Песчаная роза - Анна Берсенева
Поцелуй Сергея Васильевича показался Ксении яростным. От того, как он сжал ее плечи, у нее перехватило дыхание. Не говоря ни слова, он приподнял ее, посадил на ломберный стол перед собою. И замер, застыл, окаменел. Она поняла, почему, и проговорила задыхаясь, но ясно:
– Я сама этого хочу.
Он выдохнул резко, едва ли не зло, и стал расстегивать брюки. С бесстыдством, необъяснимым и жадным, Ксения обхватила ногами его бедра, словно опасаясь, что он передумает. Но этого не стоило опасаться – весь он был как натянутая струна, все его сильное гибкое тело рвалось в нее, и Ксения едва ли смогла бы это остановить, даже если бы хотела.
Но она и не хотела! Боль, пронзившая ее, как только она почувствовала его в себе, была слишком малой платой за счастье. Это счастье не заключалось ни в чем телесном, нет, и в телесном тоже, но оно было больше тела, и больше души, и больше всего, что она до сих пор чувствовала и знала.
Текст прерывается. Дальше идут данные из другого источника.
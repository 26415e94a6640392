import { StyleSheet, View } from 'react-native';
import { useDeviceMark } from '@/lib/hooks/use-device-status';
import { colors, radii, spacing } from '@/lib/theme';
import { Icon } from '../icon';
import { Text } from '../text';

const WORDS = {
  new: 'Only on this device',
  changed: 'Changes only on this device',
  conflict: 'Changed elsewhere too: choose on Sync',
} as const;

/** A small tag on a record made or changed here and not on the server yet (nothing when it is). */
export function DeviceMark({ recordId }: { recordId: string | undefined }) {
  const mark = useDeviceMark(recordId);
  if (!mark) return null;
  const conflict = mark === 'conflict';
  return (
    <View
      style={[styles.tag, conflict ? styles.conflict : styles.waiting]}
      testID={`device-mark-${mark}`}
      role="status"
    >
      <Icon name={conflict ? 'warning' : 'device'} size={14} color={conflict ? colors.danger : colors.info} />
      <Text variant="caption" style={{ color: conflict ? colors.danger : colors.info }}>
        {WORDS[mark]}
      </Text>
    </View>
  );
}

const styles = StyleSheet.create({
  tag: {
    flexDirection: 'row',
    alignItems: 'center',
    alignSelf: 'flex-start',
    gap: spacing.xs,
    paddingHorizontal: spacing.sm,
    paddingVertical: spacing.xxs,
    borderRadius: radii.pill,
  },
  waiting: { backgroundColor: colors.infoSoft },
  conflict: { backgroundColor: colors.dangerSoft },
});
Дыхание его было прерывистым, руки грубо сжимали ее грудь, и она понимала: эта грубость от того, что он не может справиться с лихорадочностью своего желания. Его движения у нее внутри были как удары, которые он не в силах был сдержать. Но что-то другое пробивалось сквозь эту одержимость… Вдруг – быстрое прикосновение его ладоней к ее щекам, его виска к ее виску, и короткий, словно просящий о прощении поцелуй, которым он коснулся не губ ее, но лишь их уголка… И тут же – снова бешеное желание, вбивающее его в нее, разрывающее всю ее болью, от которой слезы выступали на глаза.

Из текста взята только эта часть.